Exercise> Print every line of the listing exactly, please.

Stored data>
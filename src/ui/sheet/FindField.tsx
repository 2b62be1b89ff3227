/** Finds a block by name, value or parameter: written above, the matches below it, Enter goes to the marked one. */

import { type KeyboardEvent, useMemo, useState } from 'react';
import type { Annotation } from '../../diagram/index.ts';
import { focusAnnotation } from '../annotations/annotation-commands.ts';
import { annotationTitle, shortTitle } from '../annotations/annotation-texts.ts';
import { findAnnotations } from '../annotations/find-annotations.ts';
import { type Found, findBlocks } from '../commands/find-blocks.ts';
import { actions, type State, useStore } from '../store/index.ts';
import { formatValue } from '../title-block/format-value.ts';
import { sheetView } from '../write-line/sheet-view.ts';
import { shownTitle } from './block-sentence.ts';
import { focusBlock, focusSheet } from './focus-block.ts';

/** More than a look takes in are only counted. */
const MOST_SHOWN = 8;

const isOpen = (state: State) => state.view.finding;

export function FindField() {
  return useStore(isOpen) ? <OpenFindField /> : null;
}

const diagram = (state: State) => state.document.diagram;
const blockValues = (state: State) => state.results.values.blocks;

function OpenFindField() {
  const sheet = useStore(diagram);
  const values = useStore(blockValues);
  const [text, setText] = useState('');
  const [marked, setMarked] = useState(0);
  const found = useMemo(() => {
    const shown = new Map(Object.entries(values).map(([id, value]) => [id, formatValue(value)]));
    return [...findBlocks(sheet, text, shown).map(foundBlock), ...findAnnotations(sheet, text).map(foundAnnotation)];
  }, [sheet, text, values]);
  const shown = found.slice(0, MOST_SHOWN);
  const close = () => {
    actions.openFinding(false);
    focusSheet();
  };
  const onKeyDown = (event: KeyboardEvent) => {
    event.stopPropagation();
    const step = event.key === 'ArrowDown' ? 1 : event.key === 'ArrowUp' ? -1 : 0;
    const choice = found[marked];
    if (event.key === 'Escape') close();
    else if (step !== 0) setMarked(Math.max(0, Math.min(shown.length - 1, marked + step)));
    else if (event.key === 'Enter' && choice !== undefined) choice.go();
    else return;
    event.preventDefault();
  };
  return (
    <search className="find" onKeyDown={onKeyDown}>
      <input
        className="field"
        ref={field => field?.focus()}
        role="combobox"
        aria-label="Find a block"
        aria-expanded={shown.length > 0}
        aria-controls="find-list"
        aria-activedescendant={shown[marked] === undefined ? undefined : `find-${marked}`}
        placeholder="name, value or parameter"
        value={text}
        spellCheck={false}
        autoComplete="off"
        onChange={event => {
          setText(event.currentTarget.value);
          setMarked(0);
        }}
      />
      <button type="button" className="quiet" onClick={close}>
        Close
      </button>
      <FoundList found={shown} marked={marked} />
      <p className="find-count" role="status">
        {countSentence(text, found.length, shown.length)}
      </p>
    </search>
  );
}

/** One line of the list and what it leads to. */
interface Choice {
  readonly key: string;
  readonly title: string;
  readonly because: string;
  readonly go: () => void;
}

function foundBlock(found: Found): Choice {
  const { block, because } = found;
  return { key: `block ${block.id}`, title: shownTitle(block), because, go: () => goToFound(found) };
}

function foundAnnotation(annotation: Annotation): Choice {
  const title = annotationTitle(annotation);
  return { key: `annotation ${annotation.id}`, title, because: '', go: () => goToAnnotation(annotation) };
}

function FoundList({ found, marked }: { readonly found: readonly Choice[]; readonly marked: number }) {
  return (
    <div id="find-list" role="listbox" aria-label="Blocks found" className="find-list">
      {found.map((item, place) => (
        // biome-ignore lint/a11y/useKeyWithClickEvents: the field above takes the keys for the whole list
        <div
          key={item.key}
          id={`find-${place}`}
          role="option"
          aria-selected={place === marked}
          tabIndex={-1}
          onClick={item.go}
        >
          {item.title}
          {item.because !== '' && <span className="find-because"> {item.because}</span>}
        </div>
      ))}
    </div>
  );
}

function countSentence(text: string, found: number, shown: number): string {
  if (text.trim() === '') return '';
  if (found === 0) return `Nothing holds “${text.trim()}”.`;
  return found > shown ? `${found} found, the first ${shown} shown.` : '';
}

function goToFound({ block }: Found): void {
  actions.openFinding(false);
  actions.selectBlocks([block.id]);
  sheetView().reveal(block.at ?? [0, 0]);
  actions.notify(`Found ${shownTitle(block)}.`);
  focusBlock(block.id);
}

function goToAnnotation(annotation: Annotation): void {
  const { id, at, size } = annotation;
  actions.openFinding(false);
  actions.selectAnnotations([id]);
  sheetView().reveal([at[0] + size[0] / 2, at[1]]);
  actions.notify(`Found ${shortTitle(annotation)}.`);
  focusAnnotation(id);
}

Exercise answer>
filename src/ui/sheet/FindField.tsx
repository 2b62be1b89ff3227
/** Finds a block by name, value or parameter: written above, the matches below it, Enter goes to the marked one. */

import { type KeyboardEvent, useMemo, useState } from 'react';
import type { Annotation } from '../../diagram/index.ts';
import { focusAnnotation } from '../annotations/annotation-commands.ts';
import { annotationTitle, shortTitle } from '../annotations/annotation-texts.ts';
import { findAnnotations } from '../annotations/find-annotations.ts';
import { type Found, findBlocks } from '../commands/find-blocks.ts';
import { actions, type State, useStore } from '../store/index.ts';
import { formatValue } from '../title-block/format-value.ts';
import { sheetView } from '../write-line/sheet-view.ts';
import { shownTitle } from './block-sentence.ts';
import { focusBlock, focusSheet } from './focus-block.ts';

/** More than a look takes in are only counted. */
const MOST_SHOWN = 8;

const isOpen = (state: State) => state.view.finding;

export function FindField() {
  return useStore(isOpen) ? <OpenFindField /> : null;
}

const diagram = (state: State) => state.document.diagram;
const blockValues = (state: State) => state.results.values.blocks;

function OpenFindField() {
  const sheet = useStore(diagram);
  const values = useStore(blockValues);
  const [text, setText] = useState('');
  const [marked, setMarked] = useState(0);
  const found = useMemo(() => {
    const shown = new Map(Object.entries(values).map(([id, value]) => [id, formatValue(value)]));
    return [...findBlocks(sheet, text, shown).map(foundBlock), ...findAnnotations(sheet, text).map(foundAnnotation)];
  }, [sheet, text, values]);
  const shown = found.slice(0, MOST_SHOWN);
  const close = () => {
    actions.openFinding(false);
    focusSheet();
  };
  const onKeyDown = (event: KeyboardEvent) => {
    event.stopPropagation();
    const step = event.key === 'ArrowDown' ? 1 : event.key === 'ArrowUp' ? -1 : 0;
    const choice = found[marked];
    if (event.key === 'Escape') close();
    else if (step !== 0) setMarked(Math.max(0, Math.min(shown.length - 1, marked + step)));
    else if (event.key === 'Enter' && choice !== undefined) choice.go();
    else return;
    event.preventDefault();
  };
  return (
    <search className="find" onKeyDown={onKeyDown}>
      <input
        className="field"
        ref={field => field?.focus()}
        role="combobox"
        aria-label="Find a block"
        aria-expanded={shown.length > 0}
        aria-controls="find-list"
        aria-activedescendant={shown[marked] === undefined ? undefined : `find-${marked}`}
        placeholder="name, value or parameter"
        value={text}
        spellCheck={false}
        autoComplete="off"
        onChange={event => {
          setText(event.currentTarget.value);
          setMarked(0);
        }}
      />
      <button type="button" className="quiet" onClick={close}>
        Close
      </button>
      <FoundList found={shown} marked={marked} />
      <p className="find-count" role="status">
        {countSentence(text, found.length, shown.length)}
      </p>
    </search>
  );
}

/** One line of the list and what it leads to. */
interface Choice {
  readonly key: string;
  readonly title: string;
  readonly because: string;
  readonly go: () => void;
}

function foundBlock(found: Found): Choice {
  const { block, because } = found;
  return { key: `block ${block.id}`, title: shownTitle(block), because, go: () => goToFound(found) };
}

function foundAnnotation(annotation: Annotation): Choice {
  const title = annotationTitle(annotation);
  return { key: `annotation ${annotation.id}`, title, because: '', go: () => goToAnnotation(annotation) };
}

function FoundList({ found, marked }: { readonly found: readonly Choice[]; readonly marked: number }) {
  return (
    <div id="find-list" role="listbox" aria-label="Blocks found" className="find-list">
      {found.map((item, place) => (
        // biome-ignore lint/a11y/useKeyWithClickEvents: the field above takes the keys for the whole list
        <div
          key={item.key}
          id={`find-${place}`}
          role="option"
          aria-selected={place === marked}
          tabIndex={-1}
          onClick={item.go}
        >
          {item.title}
          {item.because !== '' && <span className="find-because"> {item.because}</span>}
        </div>
      ))}
    </div>
  );
}

function countSentence(text: string, found: number, shown: number): string {
  if (text.trim() === '') return '';
  if (found === 0) return `Nothing holds “${text.trim()}”.`;
  return found > shown ? `${found} found, the first ${shown} shown.` : '';
}

function goToFound({ block }: Found): void {
  actions.openFinding(false);
  actions.selectBlocks([block.id]);
  sheetView().reveal(block.at ?? [0, 0]);
  actions.notify(`Found ${shownTitle(block)}.`);
  focusBlock(block.id);
}

function goToAnnotation(annotation: Annotation): void {
  const { id, at, size } = annotation;
  actions.openFinding(false);
  actions.selectAnnotations([id]);
  sheetView().reveal([at[0] + size[0] / 2, at[1]]);
  actions.notify(`Found ${shortTitle(annotation)}.`);
  focusAnnotation(id);
}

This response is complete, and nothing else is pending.